Quantitative carbamylation as a stable isotopic labeling method for comparative proteomics

Abstract

A method was developed that uses urea to both solublize and isotopically label biological samples for comparative proteomics. This approach uses either light or heavy urea ((12)CH(4)(14)N(2)O or (13)CH(4)(15)N(2)O, respectively) at a concentration of 8 M and a pH of 7 to dissolve the samples prior to digestion. After the sample is digested using standard proteomic protocols and dried, isotopic labeling is completed by resuspending the sample in a solution of 8 M urea at a pH of 8.5, using the same isotopic species of urea as used for digestion and incubating for 4 h at 80 degrees C. Under these conditions, carbamylation occurs only on the primary amines of the peptides. The effects of complete carbamylation on matrix-assisted laser desorption/ionization time-of-flight mass spectrometry (MALDI-TOFMS) and electrospray ionization tandem mass spectrometry (ESI-MS/MS) (collision-induced dissociation (CID)) were examined.
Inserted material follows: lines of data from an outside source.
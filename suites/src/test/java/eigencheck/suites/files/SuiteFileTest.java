package eigencheck.suites.files;

import static org.junit.jupiter.api.Assertions.assertEquals;
import static org.junit.jupiter.api.Assertions.assertNull;
import static org.junit.jupiter.api.Assertions.assertTrue;

import eigencheck.adapters.InputException;
import eigencheck.oracle.problem.BoundaryCondition;
import eigencheck.oracle.problem.Box;
import eigencheck.oracle.problem.Problem;
import eigencheck.oracle.problem.Side;
import eigencheck.suites.Suite;
import java.io.IOException;
import java.nio.file.Files;
import java.nio.file.Path;
import org.junit.jupiter.api.Test;
import org.junit.jupiter.api.io.TempDir;

/** Manufactured cases on the rectangle, box, cylinder and sphere in suite files. */
class SuiteFileTest {
    @TempDir
    Path dir;

    @Test
    void boxCaseWithFaceKindsDerivesTheProblemForTheSolver() throws IOException, InputException {
        // u = x y z + t: Q = rho c u_t - k lap(u) = 2 (rho c = 2, lap = 0); on xmin (Dirichlet) u = t; on ymax
        // (Neumann) k du/dn = k x z; on zmax (Robin, h = 4) ambient = u + (k/h) x y (calculus)
        Path suite = dir.resolve("suite.yaml");
        Files.writeString(suite, """
            suite: box
            cases:
              - name: box-mms
                manufactured:
                  solution: "x*y*z + t"
                  domain: {shape: box, lengthX: 1, lengthY: 2, lengthZ: 3}
                  material: {conductivity: 3, volumetricHeatCapacity: 2}
                  boundary: {xmin: dirichlet, xmax: dirichlet, ymin: neumann, ymax: neumann, zmin: dirichlet,
                             zmax: {robin: 4}}
                solver: {command: [solve, "{problem}", "{output}"], output: out.vtu}
                levels: {cells: [4, 8]}
                compare: {times: [1], norms: [l2]}
                expect: {norm: l2, order: 2}
            """);
        Suite s = SuiteFile.read(suite);
        Suite.Case c = s.cases().get(0);
        Problem p = c.problem();
        assertTrue(p.domain() instanceof Box);
        assertEquals(2.0, p.source().value(0.3, 0.4, 0.5, 1.0), 1e-12);
        BoundaryCondition xmin = p.condition(Side.XMIN);
        assertEquals(1.5, xmin.data().value(0.7, 0.2, 1.5), 1e-12, "u = t on x = 0");
        BoundaryCondition ymax = p.condition(Side.YMAX);
        assertEquals(3 * 0.5 * 0.25, ymax.data().value(0.5, 0.25, 0), 1e-12, "k x z on y = 2");
        BoundaryCondition.Robin zmax = (BoundaryCondition.Robin) p.condition(Side.ZMAX);
        assertEquals(0.5 * 1.5 * 3 + 1 + 3.0 / 4 * 0.5 * 1.5, zmax.ambient().value(0.5, 1.5, 1), 1e-12);
        // the problem the solver reads back through {problem}
        Problem back = ProblemFile.fromTree(TreeReader.parse(dir.resolve("p.json"), ProblemFile.toJson(p)));
        assertEquals(p.source().value(0.1, 0.2, 0.3, 0.4), back.source().value(0.1, 0.2, 0.3, 0.4), 1e-12);
        assertEquals(1.25, c.manufactured().value(0.5, 1, 0.5, 1), 1e-12);
    }

    @Test
    void rectangleCaseWithoutFaceKindsLeavesTheDataToTheSolver() throws IOException, InputException {
        Path suite = dir.resolve("suite.yaml");
        Files.writeString(suite, """
            suite: plate
            cases:
              - name: plate-mms
                manufactured:
                  solution: "x*y + t"
                  domain: {shape: rectangle, lengthX: 1, lengthY: 2}
                  material: {diffusivity: 1}
                solver: {command: [solve, "{problem}", "{output}"], output: out.vtu}
                levels: {cells: [4, 8]}
                compare: {times: [1], norms: [l2]}
                expect: {norm: l2, order: 2}
            """);
        Suite.Case c = SuiteFile.read(suite).cases().get(0);
        assertNull(c.problem());
        assertEquals(3.0, c.manufactured().value(1, 2, 1), 1e-12);
    }
    @Test
    void cylinderCaseDerivesSourceAndSurfaceAndReadsRFromTheMesh() throws IOException, InputException {
        // u = 1 + t + r^2: Q = rho c - k (u_rr + u_r / r) = 2 - 3 * 4 = -10 everywhere, r = 0 included; the
        // convective surface's ambient is u + (k/h) u_r = 1 + t + 0.25 + (3/6) (2 * 0.5) at R = 0.5 (calculus)
        Path suite = dir.resolve("suite.yaml");
        Files.writeString(suite, """
            suite: rod
            cases:
              - name: rod-mms
                manufactured:
                  solution: "1 + t + r^2"
                  domain: {shape: cylinder, radius: 0.5}
                  material: {conductivity: 3, volumetricHeatCapacity: 2}
                  boundary: {surface: {robin: 6}}
                solver: {command: [solve, "{problem}", "{output}"], output: out.vtu}
                levels: {cells: [4, 8]}
                compare: {times: [1], norms: [l2]}
                expect: {norm: l2, order: 2}
            """);
        Suite.Case c = SuiteFile.read(suite).cases().get(0);
        Problem p = c.problem();
        assertEquals(-10.0, p.source().value(0, 0.3), 1e-12, "Q at the axis");
        assertEquals(-10.0, p.source().value(0.31, 0.3), 1e-12, "Q at r = 0.31");
        BoundaryCondition.Robin surface = (BoundaryCondition.Robin) p.condition(Side.SURFACE);
        assertEquals(1 + 2 + 0.25 + 0.5, surface.ambient().value(2), 1e-12, "ambient at t = 2");
        // the reference reads r = sqrt(x^2 + y^2) for a cylinder (z along the axis), with the radial gradient
        eigencheck.suites.norms.ManufacturedReference ref = new eigencheck.suites.norms.ManufacturedReference(
            c.manufactured(), 1, 0, true);
        double[] value = new double[1];
        double[] gradient = new double[3];
        ref.evaluate(new double[] {0.3, 0.4, 7}, value, gradient);
        assertEquals(1 + 1 + 0.25, value[0], 1e-12);
        assertEquals(2 * 0.3, gradient[0], 1e-12);
        assertEquals(2 * 0.4, gradient[1], 1e-12);
        assertEquals(0, gradient[2], 0);
    }
}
Peptides that had a C-terminal carbamylated lysine residue were found to have a reduced intensity when viewed by MALDI-TOFMS. CID of a tryptic peptide that was carbamylated on both the N-terminus and the C-terminus was found to have a more uniform distribution of b- and y-ions, as well as prominent ions from loss of water. Reversed-phase chromatography coupled to ESI-MS/MS was used to identify and quantify the isotopically labeled standard proteins, bovine serum albumin (BSA), bovine transferrin, and bovine alpha-casein. Quantitative error between theoretical and observed data ranged from 1.7-10.0%. Relative standard deviations for protein quantitation ranged from 5.2-27.8% over a dynamic range from 0.1-10 (L/H). The development of a method utilizing urea-assisted carbamylation of lysines and N-termini to globally labeled samples for comparative proteomics may prove useful for samples that require a strong chaotrope prior to proteolysis.